U.S. equities started the week off on a positive note, as hopes that the Fed’s meeting later in the week may provide more clarity to the increased notion of a rate cut in the offing aided sentiment. But, caution ahead of the meeting, an unexpected drop in regional manufacturing activity, and a decline in homebuilder sentiment kept the gains in check. M&A headlines were the main theme for the equity front, as Dow member Pfizer agreed to acquire Array BioPharma for about $10.6 billion and Sotheby’s will be taken private by media and telecom entrepreneur Patrick Drahi in a $3.7 billion deal. Treasury yields were mixed and the U.S. dollar was little changed, while gold dipped, and crude oil prices were modestly lower.

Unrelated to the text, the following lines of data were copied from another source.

// TestBoxUprightClosedForms checks the box's upright hydrostatics at several
// drafts, from Solid.Below and from a full Solve.
func TestBoxUprightClosedForms(t *testing.T) {
	const L, B, D = 80.0, 16.0, 8.0
	h := refBoxHull(t, L, B, D)
	cases := []struct {
		T   float64
		tol float64 // relative
	}{{0.5, 1e-9}, {2, 1e-9}, {4, 1e-9}, {6.25, 1e-9}, {7.9, 1e-9}}
	worst := 0.0
	for _, c := range cases {
		im := h.Solid().Below(engine.Plane{A: c.T})
		x, y, z := im.Centroid()
		bmt := (im.IYY - im.SY*im.SY/im.AW) / im.V
		bml := (im.IXX - im.SX*im.SX/im.AW) / im.V
		checks := []struct {
			name      string
			got, want float64
		}{
			{"volume L·B·T", im.V, L * B * c.T},       // practice: prism
			{"KB = T/2", z, c.T / 2},                  // practice: box KB = T/2
			{"LCB = L/2", x, L / 2},                   // practice: prism
			{"waterplane L·B", im.AW, L * B},          // practice
			{"BMT = B²/12T", bmt, B * B / (12 * c.T)}, // practice: box BM_T = B²/(12T)
			{"BML = L²/12T", bml, L * L / (12 * c.T)}, // practice: box BM_L = L²/(12T)
			{"LCF = L/2", im.SX / im.AW, L / 2},       // practice
		}
		for _, k := range checks {
			e := relErr(k.got, k.want)
			worst = math.Max(worst, e)
			if e > c.tol {
				t.Errorf("T=%g: %s: got %.15g, want %.15g (rel err %.2e > %.0e)", c.T, k.name, k.got, k.want, e, c.tol)
			}
		}
		if math.Abs(y) > 1e-12*B {
			t.Errorf("T=%g: TCB = %g, want 0", c.T, y)
		}

		// The same through Solve: a weight of ρLBT at (L/2, 0, KG) floats at T.
		const kg = 3.0
		v := refBoxVessel(t, L, B, D, engine.Weight{Name: "load", MassT: engine.SeaWaterDensity * L * B * c.T, LCGM: L / 2, VCGM: kg})
		pos, err := engine.Solve(v, v.Intact())
		if err != nil {
			t.Fatalf("T=%g: %v", c.T, err)
		}
		gm := c.T/2 + B*B/(12*c.T) - kg // practice: GM = KB + BM − KG
		sol := []struct {
			name      string
			got, want float64
		}{
			{"draft mid", pos.DraftMidM, c.T},
			{"draft aft", pos.DraftAftM, c.T},
			{"draft fwd", pos.DraftFwdM, c.T},
			{"VCB", pos.VCBM, c.T / 2},
			{"BMT", pos.BMTM, B * B / (12 * c.T)},
			{"BML", pos.BMLM, L * L / (12 * c.T)},
			{"KMT", pos.KMTM, c.T/2 + B*B/(12*c.T)},
			{"GM", pos.GMM, gm},
			{"waterplane", pos.WaterplaneAreaM2, L * B},
			{"LCF", pos.LCFM, L / 2},
		}
		for _, k := range sol {
			e := relErr(k.got, k.want)
			worst = math.Max(worst, e)
			if e > c.tol {
				t.Errorf("T=%g Solve: %s: got %.15g, want %.15g (rel err %.2e > %.0e)", c.T, k.name, k.got, k.want, e, c.tol)
			}
		}
		if math.Abs(pos.HeelDeg) > 1e-9 || math.Abs(pos.TrimM) > 1e-9 {
			t.Errorf("T=%g: heel %g° trim %g m, want level", c.T, pos.HeelDeg, pos.TrimM)
		}
	}
	t.Logf("box upright: worst relative error %.2e", worst)
}

// refBoxAttitudes are named planes on the 80 × 16 × 8 m box, chosen so the
// waterline crosses the deck edge, the bilge, the ends, or several at once.
var refBoxAttitudes = []struct {
	name string
	p    engine.Plane
}{
	{"upright", engine.Plane{A: 4}},
	{"heel 10°", engine.Plane{A: 4, C: math.Tan(10 * math.Pi / 180)}},
	{"heel 30° deck edge in, bilge out", engine.Plane{A: 4, C: math.Tan(30 * math.Pi / 180)}},
	{"heel −45° port deck edge in", engine.Plane{A: 4.5, C: -1}},
	{"heel 70° deep", engine.Plane{A: 6, C: math.Tan(70 * math.Pi / 180)}},
	{"trim by head, stern out", engine.Plane{A: -1, B: 0.1}},
	{"trim by stern, bow deck in", engine.Plane{A: 10, B: -0.09}},
	{"heel and trim, deck in fwd, bilge out aft", engine.Plane{A: 1.5, B: 0.07, C: 0.4}},
	{"heel and trim, one corner wet", engine.Plane{A: -6, B: 0.05, C: 0.6}},
	{"heel and trim, one corner dry", engine.Plane{A: 12, B: -0.05, C: -0.6}},
	{"wholly under", engine.Plane{A: 30, B: 0.01, C: 0.1}},
	{"wholly clear", engine.Plane{A: -30, B: 0.01, C: 0.1}},
}

// TestBoxAnyAttitude compares the engine's immersion of a box hull with the
// exact polyhedron of refBoxBelow and the exact waterplane polygon of
// refBoxWaterplane, at the named attitudes and at seeded random ones.
func TestBoxAnyAttitude(t *testing.T) {
	const L, B, D = 80.0, 16.0, 8.0
	const (
		volTol    = 1e-9 // relative to L·B·D
		centreTol = 1e-6 // m
		wpTol     = 1e-9 // relative to the matching moment of the whole rectangle
	)
	h := refBoxHull(t, L, B, D)
	cases := append([]struct {
		name string
		p    engine.Plane
	}(nil), refBoxAttitudes...)
	rng := rand.New(rand.NewSource(3))
	for i := 0; i < 300; i++ {
		heel := (rng.Float64()*2 - 1) * 85 * math.Pi / 180
		cases = append(cases, struct {
			name string
			p    engine.Plane
		}{"random", engine.Plane{A: -4 + 16*rng.Float64(), B: (rng.Float64()*2 - 1) * 0.2, C: math.Tan(heel)}})
	}
	var worstV, worstC, worstW float64
	for i, c := range cases {
		im := h.Solid().Below(c.p)
		v, ctr := refBoxBelow(L, B, D, c.p)
		ev := math.Abs(im.V-v) / (L * B * D)
		worstV = math.Max(worstV, ev)
		if ev > volTol {
			t.Errorf("%d %s %+v: volume %.12g, exact %.12g", i, c.name, c.p, im.V, v)
		}
		if v > 1e-6*L*B*D {
			x, y, z := im.Centroid()
			for _, d := range []struct {
				n         string
				got, want float64
			}{{"LCB", x, ctr.x}, {"TCB", y, ctr.y}, {"VCB", z, ctr.z}} {
				e := math.Abs(d.got - d.want)
				worstC = math.Max(worstC, e)
				if e > centreTol {
					t.Errorf("%d %s %+v: %s %.12g, exact %.12g", i, c.name, c.p, d.n, d.got, d.want)
				}
			}
		}
		wp := refBoxWaterplane(L, B, D, c.p)
		for _, d := range []struct {
			n               string
			got, want, norm float64
		}{
			{"AW", im.AW, wp.a, L * B},
			{"SX", im.SX, wp.sx, L * L * B},
			{"SY", im.SY, wp.sy, L * B * B},
			{"IXX", im.IXX, wp.ixx, L * L * L * B},
			{"IXY", im.IXY, wp.ixy, L * L * B * B},
			{"IYY", im.IYY, wp.iyy, L * B * B * B},
		} {
			e := math.Abs(d.got-d.want) / d.norm
			worstW = math.Max(worstW, e)
			if e > wpTol {
				t.Errorf("%d %s %+v: waterplane %s %.12g, exact %.12g", i, c.name, c.p, d.n, d.got, d.want)
			}
		}
	}
	t.Logf("box at %d attitudes: worst volume err %.2e of LBD, centre err %.2e m, waterplane err %.2e", len(cases), worstV, worstC, worstW)
}

// TestBoxEquilibriumAtGivenAttitude runs the equilibrium backwards: for an
// attitude chosen in advance, the exact polyhedron gives the displaced
// volume and the centre of buoyancy; a weight of ρ∇ placed at that centre
// makes the attitude an equilibrium (G on the vertical through B, and
// stable since G = B lies below the metacentre), and Solve must find it.
func TestBoxEquilibriumAtGivenAttitude(t *testing.T) {
	const L, B, D = 80.0, 16.0, 8.0
	const tol = 1e-6 // m, on the water's height at the ends and at the sides
	cases := []struct {
		name string
		p    engine.Plane
	}{
		{"level", engine.Plane{A: 3}},
		{"heel 5°", engine.Plane{A: 3, C: math.Tan(5 * math.Pi / 180)}},
		{"trim by head", engine.Plane{A: 2, B: 0.02}},
		{"heel 20° and trim by stern", engine.Plane{A: 4.5, B: -0.015, C: math.Tan(20 * math.Pi / 180)}},
		{"heel −35° deck edge in", engine.Plane{A: 4, B: 0.01, C: -math.Tan(35 * math.Pi / 180)}},
	}
	worst := 0.0
	for _, c := range cases {
		vol, ctr := refBoxBelow(L, B, D, c.p)
		v := refBoxVessel(t, L, B, D, engine.Weight{Name: "load", MassT: engine.SeaWaterDensity * vol, LCGM: ctr.x, TCGM: ctr.y, VCGM: ctr.z})
		pos, err := engine.Solve(v, v.Intact())
		if err != nil {
			t.Errorf("%s: %v", c.name, err)
			continue
		}
		for _, pt := range [][2]float64{{0, -B / 2}, {0, B / 2}, {L, -B / 2}, {L, B / 2}} {
			e := math.Abs(pos.Plane.Z(pt[0], pt[1]) - c.p.Z(pt[0], pt[1]))
			worst = math.Max(worst, e)
			if e > tol {
				t.Errorf("%s: water at (%g, %g) %.9f m, want %.9f m", c.name, pt[0], pt[1], pos.Plane.Z(pt[0], pt[1]), c.p.Z(pt[0], pt[1]))
			}
		}
	}
	t.Logf("box equilibrium at a given attitude: worst waterline error %.2e m", worst)
}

The Dow Jones Industrial Average (DJIA) rose 23 points (0.1%) to 26,113, the S&P 500 Index gained 3 points (0.1%) to 2,890, and the Nasdaq Composite advanced 48 points (0.6%) to 7,845. In light volume, 682 million shares were traded on the NYSE and 1.9 billion shares changed hands on the Nasdaq. WTI crude oil fell $0.58 to $51.93 per barrel and wholesale gasoline was down $0.04 at $1.69 per gallon. Elsewhere, the Bloomberg gold spot price traded $1.72 lower to $1,339.98 per ounce, and the Dollar Index— a comparison of the U.S. dollar to six major world currencies—was unchanged at 97.56.

The Empire Manufacturing Index showed output from the New York region surprisingly fell to contraction territory (a reading below zero) for June. The index dropped to -8.6 from May’s unrevised 17.8 level, with the Bloomberg forecast calling for a decline to 11.0. This was the lowest level for the index since 2016 as new orders and employment both fell.

The National Association of Home Builders (NAHB) Housing Market Index showed homebuilder sentiment in June decreased to 64 from May’s unrevised 66 level, versus estimates of 67, with a level of 50 separating good and poor conditions. The NAHB said, “While demand for single-family homes remains sound, builders continue to report rising development and construction costs, with some additional concerns over trade issues.”

Treasuries were mixed, as the yield on the 2-year note rose 2 basis points (bps) to 1.86%, while the yields on the 10-year note and 30-year bond ticked 1 basis point lower to 2.08% and 2.58%, respectively.